- _Prompt_: Would you transcribe word for word every line from the one containing "covariance: covariance ??" to the end of the data, both ends included, and leave out the rest?

- _Data provided_:

* * * * * * *

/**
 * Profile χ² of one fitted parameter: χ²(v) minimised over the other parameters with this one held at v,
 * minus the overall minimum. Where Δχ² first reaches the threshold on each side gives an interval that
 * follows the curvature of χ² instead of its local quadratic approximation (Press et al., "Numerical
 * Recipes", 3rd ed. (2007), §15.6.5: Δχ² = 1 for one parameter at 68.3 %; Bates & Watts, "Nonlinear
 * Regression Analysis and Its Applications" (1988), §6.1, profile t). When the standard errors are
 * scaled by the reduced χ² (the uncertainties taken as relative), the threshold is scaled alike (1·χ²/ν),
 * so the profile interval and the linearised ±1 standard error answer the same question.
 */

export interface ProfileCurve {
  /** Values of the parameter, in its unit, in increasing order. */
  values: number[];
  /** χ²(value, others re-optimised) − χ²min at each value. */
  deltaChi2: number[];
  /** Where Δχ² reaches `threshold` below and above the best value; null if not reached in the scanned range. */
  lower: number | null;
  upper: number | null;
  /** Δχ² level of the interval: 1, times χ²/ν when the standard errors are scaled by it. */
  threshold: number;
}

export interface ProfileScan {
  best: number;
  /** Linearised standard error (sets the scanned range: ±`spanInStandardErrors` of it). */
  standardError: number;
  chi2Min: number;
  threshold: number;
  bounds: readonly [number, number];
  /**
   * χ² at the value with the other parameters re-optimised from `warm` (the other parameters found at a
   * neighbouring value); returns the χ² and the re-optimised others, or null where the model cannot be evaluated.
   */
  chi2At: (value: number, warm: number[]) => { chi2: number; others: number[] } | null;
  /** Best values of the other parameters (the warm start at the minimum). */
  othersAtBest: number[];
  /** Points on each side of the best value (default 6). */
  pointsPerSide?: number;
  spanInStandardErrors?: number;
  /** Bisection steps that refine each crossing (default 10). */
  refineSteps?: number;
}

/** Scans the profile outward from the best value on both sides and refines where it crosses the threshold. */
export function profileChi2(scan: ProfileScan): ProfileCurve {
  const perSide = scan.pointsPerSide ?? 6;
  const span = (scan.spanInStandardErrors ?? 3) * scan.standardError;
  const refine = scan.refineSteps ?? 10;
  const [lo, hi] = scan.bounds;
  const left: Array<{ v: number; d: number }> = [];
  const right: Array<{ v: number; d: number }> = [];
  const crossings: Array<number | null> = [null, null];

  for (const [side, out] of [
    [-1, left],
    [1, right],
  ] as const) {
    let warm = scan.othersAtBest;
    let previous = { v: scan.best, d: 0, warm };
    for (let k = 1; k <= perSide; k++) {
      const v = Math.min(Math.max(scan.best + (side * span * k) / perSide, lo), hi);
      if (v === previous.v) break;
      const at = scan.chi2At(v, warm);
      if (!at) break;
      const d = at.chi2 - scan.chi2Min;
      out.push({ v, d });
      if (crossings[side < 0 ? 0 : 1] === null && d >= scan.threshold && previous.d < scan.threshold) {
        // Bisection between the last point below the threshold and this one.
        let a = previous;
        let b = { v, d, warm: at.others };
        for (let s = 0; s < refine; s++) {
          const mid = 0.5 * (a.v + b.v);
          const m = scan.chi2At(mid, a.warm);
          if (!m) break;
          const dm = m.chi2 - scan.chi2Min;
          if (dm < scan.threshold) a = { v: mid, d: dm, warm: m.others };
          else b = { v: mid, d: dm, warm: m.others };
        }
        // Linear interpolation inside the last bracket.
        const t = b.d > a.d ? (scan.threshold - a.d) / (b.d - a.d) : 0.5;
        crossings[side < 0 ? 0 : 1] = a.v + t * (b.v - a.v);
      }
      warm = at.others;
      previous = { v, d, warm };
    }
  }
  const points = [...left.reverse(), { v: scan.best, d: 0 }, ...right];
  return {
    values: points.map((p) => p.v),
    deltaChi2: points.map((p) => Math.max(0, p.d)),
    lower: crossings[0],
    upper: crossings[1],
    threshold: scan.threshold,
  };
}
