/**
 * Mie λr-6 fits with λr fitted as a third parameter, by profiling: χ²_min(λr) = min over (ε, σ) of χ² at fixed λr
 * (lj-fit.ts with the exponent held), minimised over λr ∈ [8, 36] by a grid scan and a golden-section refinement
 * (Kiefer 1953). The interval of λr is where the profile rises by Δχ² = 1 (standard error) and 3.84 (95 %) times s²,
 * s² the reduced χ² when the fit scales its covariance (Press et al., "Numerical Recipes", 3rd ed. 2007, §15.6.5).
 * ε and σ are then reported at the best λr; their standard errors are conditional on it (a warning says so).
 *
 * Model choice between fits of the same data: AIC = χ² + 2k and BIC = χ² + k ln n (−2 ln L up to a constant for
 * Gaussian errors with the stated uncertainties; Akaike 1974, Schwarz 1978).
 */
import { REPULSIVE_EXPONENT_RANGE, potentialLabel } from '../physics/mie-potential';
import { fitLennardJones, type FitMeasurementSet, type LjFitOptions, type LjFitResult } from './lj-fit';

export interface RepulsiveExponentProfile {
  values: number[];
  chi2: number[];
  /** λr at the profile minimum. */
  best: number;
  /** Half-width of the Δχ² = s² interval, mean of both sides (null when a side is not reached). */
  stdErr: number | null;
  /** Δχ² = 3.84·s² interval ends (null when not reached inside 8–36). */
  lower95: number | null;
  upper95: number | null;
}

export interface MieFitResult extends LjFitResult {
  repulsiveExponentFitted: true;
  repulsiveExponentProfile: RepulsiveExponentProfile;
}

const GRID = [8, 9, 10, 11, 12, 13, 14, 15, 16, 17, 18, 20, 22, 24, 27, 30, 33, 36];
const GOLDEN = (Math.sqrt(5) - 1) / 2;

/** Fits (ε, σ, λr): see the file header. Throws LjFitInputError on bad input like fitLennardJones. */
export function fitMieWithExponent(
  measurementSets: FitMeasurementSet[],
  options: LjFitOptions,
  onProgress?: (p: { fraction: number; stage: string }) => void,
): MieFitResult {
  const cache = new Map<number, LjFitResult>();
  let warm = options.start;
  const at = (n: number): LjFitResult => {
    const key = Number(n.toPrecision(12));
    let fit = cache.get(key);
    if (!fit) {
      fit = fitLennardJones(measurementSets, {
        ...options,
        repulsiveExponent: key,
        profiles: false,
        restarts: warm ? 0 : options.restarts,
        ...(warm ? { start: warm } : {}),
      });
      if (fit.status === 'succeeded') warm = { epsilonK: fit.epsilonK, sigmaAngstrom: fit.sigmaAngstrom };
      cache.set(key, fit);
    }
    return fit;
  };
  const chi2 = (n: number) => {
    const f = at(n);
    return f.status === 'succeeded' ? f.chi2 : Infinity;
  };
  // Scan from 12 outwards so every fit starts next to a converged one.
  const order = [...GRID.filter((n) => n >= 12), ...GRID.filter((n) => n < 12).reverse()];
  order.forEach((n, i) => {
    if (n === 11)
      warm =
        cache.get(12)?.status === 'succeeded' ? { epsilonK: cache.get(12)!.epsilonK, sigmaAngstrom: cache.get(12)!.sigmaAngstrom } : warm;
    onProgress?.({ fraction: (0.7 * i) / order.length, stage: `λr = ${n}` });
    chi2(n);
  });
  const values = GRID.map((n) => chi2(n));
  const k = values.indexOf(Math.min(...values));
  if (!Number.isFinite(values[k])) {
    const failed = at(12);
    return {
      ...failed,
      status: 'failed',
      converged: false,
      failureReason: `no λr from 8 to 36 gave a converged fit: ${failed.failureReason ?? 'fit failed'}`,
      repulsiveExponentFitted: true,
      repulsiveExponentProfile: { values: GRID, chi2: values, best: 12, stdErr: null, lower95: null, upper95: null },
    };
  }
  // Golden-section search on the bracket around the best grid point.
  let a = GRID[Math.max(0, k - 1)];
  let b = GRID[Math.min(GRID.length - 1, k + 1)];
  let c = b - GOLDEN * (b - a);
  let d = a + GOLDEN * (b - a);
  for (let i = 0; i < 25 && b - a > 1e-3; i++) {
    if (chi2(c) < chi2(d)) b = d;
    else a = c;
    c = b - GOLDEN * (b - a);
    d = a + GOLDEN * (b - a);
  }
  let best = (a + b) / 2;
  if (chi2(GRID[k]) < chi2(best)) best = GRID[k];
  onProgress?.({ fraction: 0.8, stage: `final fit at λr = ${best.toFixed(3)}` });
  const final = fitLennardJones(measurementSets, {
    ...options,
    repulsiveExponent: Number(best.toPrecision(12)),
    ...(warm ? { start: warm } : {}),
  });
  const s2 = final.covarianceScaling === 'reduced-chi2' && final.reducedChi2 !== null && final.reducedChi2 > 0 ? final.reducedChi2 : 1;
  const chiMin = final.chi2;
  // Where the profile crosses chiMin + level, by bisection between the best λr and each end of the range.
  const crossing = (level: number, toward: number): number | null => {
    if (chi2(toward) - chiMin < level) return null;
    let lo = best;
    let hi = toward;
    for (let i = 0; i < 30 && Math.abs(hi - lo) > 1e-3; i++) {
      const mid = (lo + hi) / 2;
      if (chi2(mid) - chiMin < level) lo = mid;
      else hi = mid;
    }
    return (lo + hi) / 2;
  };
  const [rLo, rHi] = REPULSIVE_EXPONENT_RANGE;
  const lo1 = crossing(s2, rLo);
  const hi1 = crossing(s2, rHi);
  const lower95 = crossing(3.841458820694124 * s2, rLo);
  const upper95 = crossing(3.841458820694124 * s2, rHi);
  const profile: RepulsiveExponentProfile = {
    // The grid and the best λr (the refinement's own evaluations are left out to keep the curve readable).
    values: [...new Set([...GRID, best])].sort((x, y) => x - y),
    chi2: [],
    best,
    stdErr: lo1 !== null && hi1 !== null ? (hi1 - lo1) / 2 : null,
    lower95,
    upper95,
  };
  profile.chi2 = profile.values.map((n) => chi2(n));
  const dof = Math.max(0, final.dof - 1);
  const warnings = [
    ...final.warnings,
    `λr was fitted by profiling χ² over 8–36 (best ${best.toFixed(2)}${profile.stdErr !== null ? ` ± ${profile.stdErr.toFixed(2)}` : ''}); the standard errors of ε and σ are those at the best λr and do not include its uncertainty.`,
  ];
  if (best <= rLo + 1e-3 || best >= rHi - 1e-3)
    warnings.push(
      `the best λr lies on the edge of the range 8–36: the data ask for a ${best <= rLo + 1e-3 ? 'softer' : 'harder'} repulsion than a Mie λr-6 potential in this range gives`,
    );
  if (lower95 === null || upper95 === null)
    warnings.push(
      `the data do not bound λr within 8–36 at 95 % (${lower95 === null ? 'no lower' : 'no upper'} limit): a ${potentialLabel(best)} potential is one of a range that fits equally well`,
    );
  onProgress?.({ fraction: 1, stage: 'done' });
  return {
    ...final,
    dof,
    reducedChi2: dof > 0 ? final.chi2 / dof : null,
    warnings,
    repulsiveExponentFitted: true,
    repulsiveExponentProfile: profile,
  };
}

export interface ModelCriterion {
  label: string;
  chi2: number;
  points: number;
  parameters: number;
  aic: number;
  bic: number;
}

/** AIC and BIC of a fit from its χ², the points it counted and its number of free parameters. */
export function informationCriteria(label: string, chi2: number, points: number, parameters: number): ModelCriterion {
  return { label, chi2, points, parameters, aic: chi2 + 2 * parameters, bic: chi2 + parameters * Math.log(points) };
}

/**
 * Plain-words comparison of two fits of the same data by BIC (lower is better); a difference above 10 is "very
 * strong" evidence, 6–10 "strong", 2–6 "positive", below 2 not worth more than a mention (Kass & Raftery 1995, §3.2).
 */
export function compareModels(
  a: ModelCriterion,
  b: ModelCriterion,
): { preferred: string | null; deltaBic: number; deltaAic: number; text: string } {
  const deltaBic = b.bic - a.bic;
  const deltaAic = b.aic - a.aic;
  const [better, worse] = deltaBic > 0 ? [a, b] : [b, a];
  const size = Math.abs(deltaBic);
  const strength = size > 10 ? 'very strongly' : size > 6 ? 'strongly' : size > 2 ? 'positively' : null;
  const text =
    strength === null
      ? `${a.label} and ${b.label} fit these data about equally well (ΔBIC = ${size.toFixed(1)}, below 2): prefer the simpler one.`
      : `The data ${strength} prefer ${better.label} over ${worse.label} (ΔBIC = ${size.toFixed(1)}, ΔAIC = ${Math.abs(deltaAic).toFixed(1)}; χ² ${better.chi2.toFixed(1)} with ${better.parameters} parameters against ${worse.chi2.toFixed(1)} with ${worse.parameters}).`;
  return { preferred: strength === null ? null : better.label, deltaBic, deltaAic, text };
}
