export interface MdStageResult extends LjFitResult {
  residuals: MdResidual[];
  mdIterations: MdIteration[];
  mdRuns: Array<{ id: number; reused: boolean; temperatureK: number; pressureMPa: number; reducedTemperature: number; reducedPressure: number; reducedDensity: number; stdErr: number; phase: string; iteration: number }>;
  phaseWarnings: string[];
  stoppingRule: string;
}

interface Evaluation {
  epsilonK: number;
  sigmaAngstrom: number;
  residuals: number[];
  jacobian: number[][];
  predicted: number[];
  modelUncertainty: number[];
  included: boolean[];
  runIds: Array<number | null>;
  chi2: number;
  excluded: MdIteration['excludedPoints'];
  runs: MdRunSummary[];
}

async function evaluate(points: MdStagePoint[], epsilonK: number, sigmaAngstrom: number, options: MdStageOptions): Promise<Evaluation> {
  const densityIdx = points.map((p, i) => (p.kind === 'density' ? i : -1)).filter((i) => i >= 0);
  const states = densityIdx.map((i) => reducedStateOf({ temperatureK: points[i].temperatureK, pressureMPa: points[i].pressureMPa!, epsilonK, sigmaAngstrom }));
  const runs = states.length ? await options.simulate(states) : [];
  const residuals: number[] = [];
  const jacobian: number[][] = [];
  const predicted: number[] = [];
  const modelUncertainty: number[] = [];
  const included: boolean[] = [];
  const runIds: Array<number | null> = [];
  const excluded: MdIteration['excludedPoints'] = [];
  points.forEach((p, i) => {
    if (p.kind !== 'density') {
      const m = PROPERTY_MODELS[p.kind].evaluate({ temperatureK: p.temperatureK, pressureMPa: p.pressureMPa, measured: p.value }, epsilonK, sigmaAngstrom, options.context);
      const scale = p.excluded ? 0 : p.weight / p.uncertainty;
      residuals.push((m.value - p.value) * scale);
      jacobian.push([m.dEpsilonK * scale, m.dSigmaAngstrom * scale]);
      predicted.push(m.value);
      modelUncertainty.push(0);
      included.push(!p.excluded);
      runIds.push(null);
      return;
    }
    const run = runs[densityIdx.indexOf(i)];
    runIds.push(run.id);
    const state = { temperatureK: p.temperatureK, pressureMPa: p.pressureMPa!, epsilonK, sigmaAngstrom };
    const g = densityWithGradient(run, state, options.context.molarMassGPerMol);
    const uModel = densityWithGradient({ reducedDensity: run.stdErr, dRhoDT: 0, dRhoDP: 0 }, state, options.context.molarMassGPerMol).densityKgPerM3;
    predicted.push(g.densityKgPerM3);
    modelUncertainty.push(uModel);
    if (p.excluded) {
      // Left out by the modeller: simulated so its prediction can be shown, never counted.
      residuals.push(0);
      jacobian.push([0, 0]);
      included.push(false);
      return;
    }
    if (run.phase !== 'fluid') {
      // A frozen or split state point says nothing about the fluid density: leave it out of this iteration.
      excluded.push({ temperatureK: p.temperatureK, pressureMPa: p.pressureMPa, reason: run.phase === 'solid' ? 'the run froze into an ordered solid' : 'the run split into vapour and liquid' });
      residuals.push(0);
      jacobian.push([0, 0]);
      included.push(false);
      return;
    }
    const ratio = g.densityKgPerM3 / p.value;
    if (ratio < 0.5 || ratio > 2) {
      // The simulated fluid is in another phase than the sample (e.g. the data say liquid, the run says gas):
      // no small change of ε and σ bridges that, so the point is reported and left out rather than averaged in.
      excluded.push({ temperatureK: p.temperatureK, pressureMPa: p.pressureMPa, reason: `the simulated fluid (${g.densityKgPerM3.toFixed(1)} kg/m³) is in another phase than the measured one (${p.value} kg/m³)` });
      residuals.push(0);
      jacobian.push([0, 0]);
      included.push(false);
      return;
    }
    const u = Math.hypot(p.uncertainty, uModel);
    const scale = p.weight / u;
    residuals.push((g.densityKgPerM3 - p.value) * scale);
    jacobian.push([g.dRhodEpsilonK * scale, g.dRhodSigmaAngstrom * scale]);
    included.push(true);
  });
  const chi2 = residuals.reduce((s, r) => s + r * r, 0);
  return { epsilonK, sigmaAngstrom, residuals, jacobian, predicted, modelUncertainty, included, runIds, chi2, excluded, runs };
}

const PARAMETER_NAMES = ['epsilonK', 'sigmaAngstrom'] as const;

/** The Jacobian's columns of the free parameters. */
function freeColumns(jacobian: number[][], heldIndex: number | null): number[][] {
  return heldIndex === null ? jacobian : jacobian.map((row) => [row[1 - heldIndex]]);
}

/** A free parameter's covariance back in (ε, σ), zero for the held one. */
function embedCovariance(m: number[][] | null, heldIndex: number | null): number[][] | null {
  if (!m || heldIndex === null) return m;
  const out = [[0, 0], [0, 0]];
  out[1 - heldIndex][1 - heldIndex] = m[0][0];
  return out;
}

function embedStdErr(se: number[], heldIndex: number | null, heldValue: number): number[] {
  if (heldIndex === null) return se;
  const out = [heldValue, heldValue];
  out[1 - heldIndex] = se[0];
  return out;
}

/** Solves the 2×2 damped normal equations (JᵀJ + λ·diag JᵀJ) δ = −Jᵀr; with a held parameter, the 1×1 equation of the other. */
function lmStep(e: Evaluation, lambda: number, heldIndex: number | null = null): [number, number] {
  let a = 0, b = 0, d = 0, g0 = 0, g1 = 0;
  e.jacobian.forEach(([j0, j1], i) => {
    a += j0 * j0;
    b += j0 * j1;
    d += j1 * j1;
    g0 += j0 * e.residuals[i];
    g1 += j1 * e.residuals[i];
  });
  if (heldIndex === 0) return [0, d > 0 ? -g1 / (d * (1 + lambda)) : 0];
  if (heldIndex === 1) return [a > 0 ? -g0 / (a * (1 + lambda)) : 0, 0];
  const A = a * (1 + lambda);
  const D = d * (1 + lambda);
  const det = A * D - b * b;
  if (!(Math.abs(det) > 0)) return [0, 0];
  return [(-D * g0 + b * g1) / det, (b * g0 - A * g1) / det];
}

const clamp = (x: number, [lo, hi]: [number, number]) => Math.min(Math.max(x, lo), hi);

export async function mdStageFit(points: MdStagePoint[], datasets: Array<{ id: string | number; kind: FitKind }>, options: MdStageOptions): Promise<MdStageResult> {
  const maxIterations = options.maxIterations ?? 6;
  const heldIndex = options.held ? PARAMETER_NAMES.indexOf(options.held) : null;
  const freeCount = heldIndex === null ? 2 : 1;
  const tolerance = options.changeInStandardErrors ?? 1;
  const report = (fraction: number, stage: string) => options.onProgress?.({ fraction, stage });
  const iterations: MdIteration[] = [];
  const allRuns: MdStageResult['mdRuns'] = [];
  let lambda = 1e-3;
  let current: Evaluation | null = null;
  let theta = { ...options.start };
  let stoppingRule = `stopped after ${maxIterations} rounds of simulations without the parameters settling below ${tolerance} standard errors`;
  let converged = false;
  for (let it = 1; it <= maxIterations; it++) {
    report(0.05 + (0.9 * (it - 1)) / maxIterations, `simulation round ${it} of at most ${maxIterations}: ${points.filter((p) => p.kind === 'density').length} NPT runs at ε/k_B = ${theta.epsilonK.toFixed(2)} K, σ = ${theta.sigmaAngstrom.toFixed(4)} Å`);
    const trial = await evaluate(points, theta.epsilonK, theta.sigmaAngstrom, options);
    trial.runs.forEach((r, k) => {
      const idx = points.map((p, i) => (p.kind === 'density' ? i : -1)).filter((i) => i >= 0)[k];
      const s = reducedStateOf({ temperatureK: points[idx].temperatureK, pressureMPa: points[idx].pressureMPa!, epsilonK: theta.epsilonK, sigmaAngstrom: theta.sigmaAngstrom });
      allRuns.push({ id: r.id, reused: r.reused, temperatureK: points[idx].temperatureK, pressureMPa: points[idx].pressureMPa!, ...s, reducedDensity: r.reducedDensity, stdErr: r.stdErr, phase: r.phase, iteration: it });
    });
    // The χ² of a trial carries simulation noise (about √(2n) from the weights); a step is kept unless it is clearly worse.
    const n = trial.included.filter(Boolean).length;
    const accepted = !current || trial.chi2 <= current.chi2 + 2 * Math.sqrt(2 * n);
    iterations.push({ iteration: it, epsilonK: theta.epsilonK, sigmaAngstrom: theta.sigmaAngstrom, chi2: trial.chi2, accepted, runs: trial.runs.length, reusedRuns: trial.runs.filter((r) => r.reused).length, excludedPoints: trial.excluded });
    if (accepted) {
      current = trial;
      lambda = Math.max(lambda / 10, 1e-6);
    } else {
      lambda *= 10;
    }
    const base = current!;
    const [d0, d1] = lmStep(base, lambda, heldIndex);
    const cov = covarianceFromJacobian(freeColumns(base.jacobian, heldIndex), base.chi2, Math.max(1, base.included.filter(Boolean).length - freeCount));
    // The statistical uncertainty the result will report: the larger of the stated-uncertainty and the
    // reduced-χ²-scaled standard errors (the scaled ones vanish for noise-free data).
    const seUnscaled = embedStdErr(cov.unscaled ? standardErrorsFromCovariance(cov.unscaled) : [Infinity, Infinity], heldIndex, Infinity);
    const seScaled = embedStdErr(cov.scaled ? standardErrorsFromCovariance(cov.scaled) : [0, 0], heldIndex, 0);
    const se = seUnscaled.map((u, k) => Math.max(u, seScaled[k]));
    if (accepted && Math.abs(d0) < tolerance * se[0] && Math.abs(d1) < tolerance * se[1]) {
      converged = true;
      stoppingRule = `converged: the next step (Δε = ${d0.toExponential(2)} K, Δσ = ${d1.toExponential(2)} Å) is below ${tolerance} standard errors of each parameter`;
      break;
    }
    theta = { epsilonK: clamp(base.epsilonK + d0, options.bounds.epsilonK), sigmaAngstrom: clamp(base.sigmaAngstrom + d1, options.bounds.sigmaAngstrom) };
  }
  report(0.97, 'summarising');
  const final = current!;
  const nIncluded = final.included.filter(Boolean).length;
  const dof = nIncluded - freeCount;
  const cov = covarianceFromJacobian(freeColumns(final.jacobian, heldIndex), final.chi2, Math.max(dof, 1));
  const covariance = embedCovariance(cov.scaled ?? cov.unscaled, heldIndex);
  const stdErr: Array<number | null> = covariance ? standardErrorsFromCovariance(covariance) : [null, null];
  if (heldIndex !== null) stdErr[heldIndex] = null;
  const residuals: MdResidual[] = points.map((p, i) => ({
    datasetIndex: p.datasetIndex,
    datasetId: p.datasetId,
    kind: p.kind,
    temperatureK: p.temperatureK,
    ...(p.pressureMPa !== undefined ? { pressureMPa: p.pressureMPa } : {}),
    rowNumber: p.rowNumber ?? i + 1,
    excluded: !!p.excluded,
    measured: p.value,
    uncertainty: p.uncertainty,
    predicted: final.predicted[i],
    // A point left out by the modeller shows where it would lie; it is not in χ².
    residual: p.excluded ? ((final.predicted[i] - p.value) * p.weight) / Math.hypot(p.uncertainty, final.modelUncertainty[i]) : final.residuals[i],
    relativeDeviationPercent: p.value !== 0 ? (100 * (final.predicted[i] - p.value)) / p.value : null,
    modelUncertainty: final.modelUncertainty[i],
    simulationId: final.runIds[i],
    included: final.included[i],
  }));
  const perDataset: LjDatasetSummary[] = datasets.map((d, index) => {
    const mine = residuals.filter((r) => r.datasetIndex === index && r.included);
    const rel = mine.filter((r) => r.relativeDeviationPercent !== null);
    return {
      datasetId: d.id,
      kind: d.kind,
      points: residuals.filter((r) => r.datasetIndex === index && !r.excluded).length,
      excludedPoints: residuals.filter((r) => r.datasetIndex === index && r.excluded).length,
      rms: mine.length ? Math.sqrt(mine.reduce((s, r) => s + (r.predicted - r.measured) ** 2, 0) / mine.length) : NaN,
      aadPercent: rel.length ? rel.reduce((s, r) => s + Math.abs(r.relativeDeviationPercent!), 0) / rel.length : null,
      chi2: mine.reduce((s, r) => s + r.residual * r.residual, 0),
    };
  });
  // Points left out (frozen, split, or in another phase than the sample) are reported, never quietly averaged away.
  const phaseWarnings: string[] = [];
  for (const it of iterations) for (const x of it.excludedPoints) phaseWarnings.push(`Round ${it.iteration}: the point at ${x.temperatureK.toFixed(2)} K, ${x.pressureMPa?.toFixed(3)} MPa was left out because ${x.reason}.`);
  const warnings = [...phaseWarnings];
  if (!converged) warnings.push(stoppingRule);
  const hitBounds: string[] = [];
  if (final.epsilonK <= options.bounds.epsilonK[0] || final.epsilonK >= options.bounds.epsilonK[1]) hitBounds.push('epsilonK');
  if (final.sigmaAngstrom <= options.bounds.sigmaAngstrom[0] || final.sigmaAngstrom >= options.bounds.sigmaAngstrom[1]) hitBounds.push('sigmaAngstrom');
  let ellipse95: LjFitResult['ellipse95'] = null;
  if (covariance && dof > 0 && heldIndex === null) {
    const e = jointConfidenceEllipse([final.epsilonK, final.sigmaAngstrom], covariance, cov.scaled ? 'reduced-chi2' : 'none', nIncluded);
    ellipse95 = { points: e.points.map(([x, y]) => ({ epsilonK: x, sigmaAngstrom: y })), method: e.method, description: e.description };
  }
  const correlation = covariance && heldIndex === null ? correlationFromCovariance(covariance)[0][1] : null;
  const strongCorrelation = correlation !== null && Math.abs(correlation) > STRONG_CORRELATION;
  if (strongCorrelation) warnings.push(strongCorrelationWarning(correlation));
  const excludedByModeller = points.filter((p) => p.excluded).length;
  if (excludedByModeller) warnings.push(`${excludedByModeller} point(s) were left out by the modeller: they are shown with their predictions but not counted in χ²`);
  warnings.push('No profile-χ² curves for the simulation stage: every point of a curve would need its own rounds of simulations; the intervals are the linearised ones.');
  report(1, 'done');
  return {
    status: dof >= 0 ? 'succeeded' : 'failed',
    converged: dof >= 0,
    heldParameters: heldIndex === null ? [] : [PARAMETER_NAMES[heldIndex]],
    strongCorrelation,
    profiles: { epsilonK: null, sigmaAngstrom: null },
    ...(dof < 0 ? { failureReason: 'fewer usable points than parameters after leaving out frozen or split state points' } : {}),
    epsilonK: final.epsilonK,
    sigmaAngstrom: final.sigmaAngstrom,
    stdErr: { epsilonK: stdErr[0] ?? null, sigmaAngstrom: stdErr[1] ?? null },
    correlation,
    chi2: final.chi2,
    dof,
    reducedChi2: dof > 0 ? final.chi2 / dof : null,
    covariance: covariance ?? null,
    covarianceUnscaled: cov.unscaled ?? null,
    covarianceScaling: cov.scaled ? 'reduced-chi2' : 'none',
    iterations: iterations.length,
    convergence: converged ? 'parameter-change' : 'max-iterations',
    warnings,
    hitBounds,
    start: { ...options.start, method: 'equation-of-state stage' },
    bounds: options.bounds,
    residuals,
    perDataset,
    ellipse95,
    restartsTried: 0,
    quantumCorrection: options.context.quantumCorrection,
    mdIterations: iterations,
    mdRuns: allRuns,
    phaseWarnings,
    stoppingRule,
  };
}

* * * * * * *

- _Answer to the problem_:
    covariance: covariance ?? null,
    covarianceUnscaled: cov.unscaled ?? null,
    covarianceScaling: cov.scaled ? 'reduced-chi2' : 'none',
    iterations: iterations.length,
    convergence: converged ? 'parameter-change' : 'max-iterations',
    warnings,
    hitBounds,
    start: { ...options.start, method: 'equation-of-state stage' },
    bounds: options.bounds,
    residuals,
    perDataset,
    ellipse95,
    restartsTried: 0,
    quantumCorrection: options.context.quantumCorrection,
    mdIterations: iterations,
    mdRuns: allRuns,
    phaseWarnings,
    stoppingRule,
  };
}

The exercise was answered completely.